RIP 365 € Jahresticket. Nach 12 (?) Jahren ist es so weit.
trappa_keepa on
>Die Finanzstadträtin strebt auch höhere Ausschüttungen bei städtischen Unternehmen an. „Ich denke, dass wir die Dividenden dort durchaus auch verdoppeln können. Und dort, wo wir in den letzten Jahren gar keine Dividenden bekommen haben, wie bei den Stadtwerken, einmal hinschauen, dass da Dividenden ausgeschüttet werden.“
Entschuldigung, wie bitte? Wie darf ich das verstehen? Wir sollen höhere Gebühren zahlen und irgendwelche Sesselfurzer bekommen noch mehr Geld für ihre Unternehmensanteile? Oder was versteh ich hier nicht?
TheGreatTimmyAT on
Damit ist dann auch Tür und Tor für die jährliche Erhöhung geöffnet. 365€ war eine Hürde, 380€ auf 390€ sinds nicht mehr.
raphaelwien on
Tippspiel: wie wird der neue Preis vom Jahresticket?
Ich tippe auf 420eur
Sharp-Gas-7223 on
Alles in allem ist eine Erhöhung nach so vielen Jahren mehr als nur vertretbar. Auch das Geld der stadt wächst nicht auf bäumen.
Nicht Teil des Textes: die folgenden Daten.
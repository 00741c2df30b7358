"""Which server ``gatestep bench loop`` measures: the one that runs, or one of its own."""

from __future__ import annotations

import json
import select
import signal
import socket
import subprocess
import sys
import tempfile
import time
from collections.abc import Callable, Iterator
from contextlib import contextmanager
from dataclasses import dataclass
from pathlib import Path
from typing import Any

from ..config import LoadedRig
from ..control import Control
from ..errors import ControlError, LinkError
from ..library import find_model
from ..specs import ControlSpec, FeedSpec, LimitsSpec, NetworkSpec, RigSpec

START_S = 600.0
"""How long a private server may take to start; the first start on a machine compiles."""
_ARM_S = 10.0
_PR_SET_PDEATHSIG = 1
# Like 'python -m gatestep', but ended in order when this process ends, however it does.
_SERVE = f"""
import ctypes
prctl = getattr(ctypes.CDLL(None), "prctl", lambda *_: 0)
prctl({_PR_SET_PDEATHSIG}, {int(signal.SIGINT)}, 0, 0, 0)
from gatestep.cli import main
main()
"""
_CONNECT_S = 1.0


@dataclass(frozen=True)
class Target:
    """A server to measure: its loop endpoint, its status, whether it is our own."""

    endpoint: str
    status: dict[str, Any]
    private: bool

    @property
    def facts(self) -> dict[str, Any]:
        """What a result says of it."""
        return {
            "private": self.private,
            "state": self.status["state"],
            "lane": self.status.get("lane"),
            "anticipate": self.status.get("anticipate"),
            "version": self.status.get("version"),
            "transport": self.endpoint.partition(":")[0],
        }


@contextmanager
def choose_target(rig: LoadedRig, say: Callable[[str], None]) -> Iterator[Target]:
    """The server that answers at the rig file's control endpoint, else a private one.

    Raises
    ------
    ControlError
        When a server runs there that must not be disturbed: armed, or held by a rig.
    LinkError
        When what listens there gives no status, runs another rig file, or when a private
        server does not start.
    """
    status = running_status(rig.spec.control.endpoint)
    if status is None:
        with private_server(rig, say) as target:
            yield target
    else:
        refuse_if_in_use(status, rig)
        yield Target(status["endpoints"]["loop"], status, private=False)


def running_status(endpoint: str) -> dict[str, Any] | None:
    """Status of the server at a control endpoint, None when nobody listens there.

    Raises
    ------
    LinkError
        When somebody listens there and gives no status.
    """
    if not _listens(endpoint):
        return None
    try:
        with Control(endpoint) as control:
            return control.status()
    except LinkError:
        raise LinkError(
            f"control endpoint {endpoint}: something listens there but gives no status. A "
            "server with CURVE keys, or one at work, must not be disturbed: stop it first"
        ) from None


def _listens(endpoint: str) -> bool:
    if endpoint.startswith("ipc://"):
        link = socket.socket(socket.AF_UNIX, socket.SOCK_STREAM)
        name = endpoint.removeprefix("ipc://")
        address: Any = f"\0{name[1:]}" if name.startswith("@") else name
    else:
        host, _, port = endpoint.removeprefix("tcp://").rpartition(":")
        host = host.strip("[]")
        link = socket.socket(socket.AF_INET6 if ":" in host else socket.AF_INET)
        address = ("127.0.0.1" if host == "*" else host, int(port))
    with link:
        link.settimeout(_CONNECT_S)
        try:
            return link.connect_ex(address) == 0
        except OSError:
            return False


def refuse_if_in_use(status: dict[str, Any], rig: LoadedRig) -> None:
    """Leave a server alone that works for a rig, or that was started with another file."""
    where = f"the server at {rig.spec.control.endpoint}"
    if status["state"] == "armed":
        raise ControlError(
            f"{where} is armed; measuring would disturb it. When no cell needs it any more, "
            "'gatestep disarm', or stop it and a private server is measured"
        )
    if status["rig"] == "connected":
        raise ControlError(
            f"{where} is held by a rig (seq {status['seq']}); end the rig's run first, or wait "
            "until it has been silent for limits.silence_ms"
        )
    cells = len(status["cells"])
    loop = rig.spec.loop
    same = (status["interval_us"], status["budget_us"]) == (loop.interval_us, loop.budget)
    if not same or cells != len(rig.spec.cell):
        raise LinkError(
            f"{where} runs another rig file ({status['rig_file']}: {cells} cell(s), tick "
            f"{status['interval_us']:g} µs, budget {status['budget_us']:g} µs); give that one, "
            "or stop the server"
        )


def private_rig(rig: LoadedRig, folder: Path) -> RigSpec:
    """The rig on sockets of its own, with nothing that would end a measurement.

    Endpoints become local, the loop's of the same kind as before; keys and lists of peers
    go; a record goes to ``folder``; silence and late answers do not trip.
    """
    spec = rig.spec
    over_tcp = spec.loop.endpoint.startswith("tcp://")
    endpoint = f"tcp://127.0.0.1:{_free_port()}" if over_tcp else f"ipc://{folder}/loop"
    cells = tuple(
        cell.model_copy(update={"model": str(find_model(cell.model, rig.folder).resolve())})
        for cell in spec.cell
    )
    changes: dict[str, Any] = {
        "loop": spec.loop.model_copy(update={"endpoint": endpoint}),
        "control": ControlSpec(endpoint=f"ipc://{folder}/control"),
        "feed": FeedSpec(endpoint=f"ipc://{folder}/feed", every=spec.feed.every),
        "network": NetworkSpec(),
        "limits": LimitsSpec(silence_ms=600_000.0, late_run=1_000_000),
        "cell": cells,
        "simulated": None,
    }
    changes["record"] = spec.record.model_copy(update={"folder": str(folder / "record")})
    return spec.model_copy(update=changes)


def _free_port() -> int:
    with socket.socket() as probe:
        probe.bind(("127.0.0.1", 0))
        return int(probe.getsockname()[1])


def as_toml(value: Any) -> str:
    """A value of JSON's kinds (no null) as TOML, tables inline."""
    if isinstance(value, dict):
        return "{" + ", ".join(f"{k} = {as_toml(v)}" for k, v in value.items()) + "}"
    if isinstance(value, list):
        return "[" + ", ".join(as_toml(v) for v in value) + "]"
    return json.dumps(value, ensure_ascii=False)


@contextmanager
def private_server(rig: LoadedRig, say: Callable[[str], None]) -> Iterator[Target]:
    """A server of our own, armed; it has ended, and its files are gone, afterwards."""
    with tempfile.TemporaryDirectory(prefix="gatestep-") as name:
        folder = Path(name)
        content = private_rig(rig, folder).model_dump(mode="json", exclude_none=True)
        file = folder / "rig.toml"
        text = "".join(f"{k} = {as_toml(v)}\n" for k, v in content.items())
        file.write_text(text, encoding="utf-8")
        command = [sys.executable, "-c", _SERVE, "serve", str(file)]
        with (folder / "said").open("w", encoding="utf-8") as said:
            process = subprocess.Popen(
                [*command, "--arm", "--force", "--json"], stdout=subprocess.PIPE, stderr=said
            )
            try:
                endpoints = _await_ready(process, folder / "said", say)
                with Control(endpoints["control"]) as control:
                    status = _await_armed(control)
                yield Target(endpoints["loop"], status, private=True)
            finally:
                _end(process)


def _await_ready(
    process: subprocess.Popen[bytes], said: Path, say: Callable[[str], None]
) -> dict[str, str]:
    """Where the server listens, once it says so."""
    assert process.stdout is not None
    until = time.monotonic() + START_S
    say("starting a private server; the first start on a machine compiles")
    while time.monotonic() < until:
        if select.select([process.stdout], [], [], 0.2)[0]:
            line = process.stdout.readline()
            if not line:
                break
            ready: dict[str, Any] = json.loads(line)
            return dict(ready["endpoints"])
    process.poll()
    reason = said.read_text(encoding="utf-8").strip().rpartition("\n")[2]
    raise LinkError(f"the private server did not start: {reason or 'it took too long'}")


def _await_armed(control: Control) -> dict[str, Any]:
    until = time.monotonic() + _ARM_S
    while (status := control.status())["state"] != "armed":
        if time.monotonic() > until:
            raise LinkError(f"the private server did not arm; its state is {status['state']}")
        time.sleep(0.02)
    return status


def _end(process: subprocess.Popen[bytes]) -> None:
    """Stop it in order; kill it when it does not go."""
    if process.poll() is None:
        process.send_signal(signal.SIGINT)
        try:
            process.wait(5)
        except subprocess.TimeoutExpired:
            process.kill()
    process.wait()
    if process.stdout is not None:
        process.stdout.close()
Was mich interessieren würde ist, wie viel Solarstrom den die Stadt produziert in die Ubahn und Straßenbahn fließt und wie da die Ausbaustufe ist. Energiekosten sind ein enormer Brocken. Da würde ich mir schon erwarten, dass hoffentlich was passiert ist in den Jahren.
Jarla on
Find ich gerade heute wo ich in der Früh mit Glück in eine U1 gekommen bin mit ca 5 Schulklassen auf jedem Bahnsteig die sicher ewig auf eine Ubahn gewartet haben in die sie reinkommen, und abends wo ich dann keine Chance hatte in eine U1 zu kommen weil sich die Leute darin bereits bis zur Decke gestapelt haben sehr amüsant.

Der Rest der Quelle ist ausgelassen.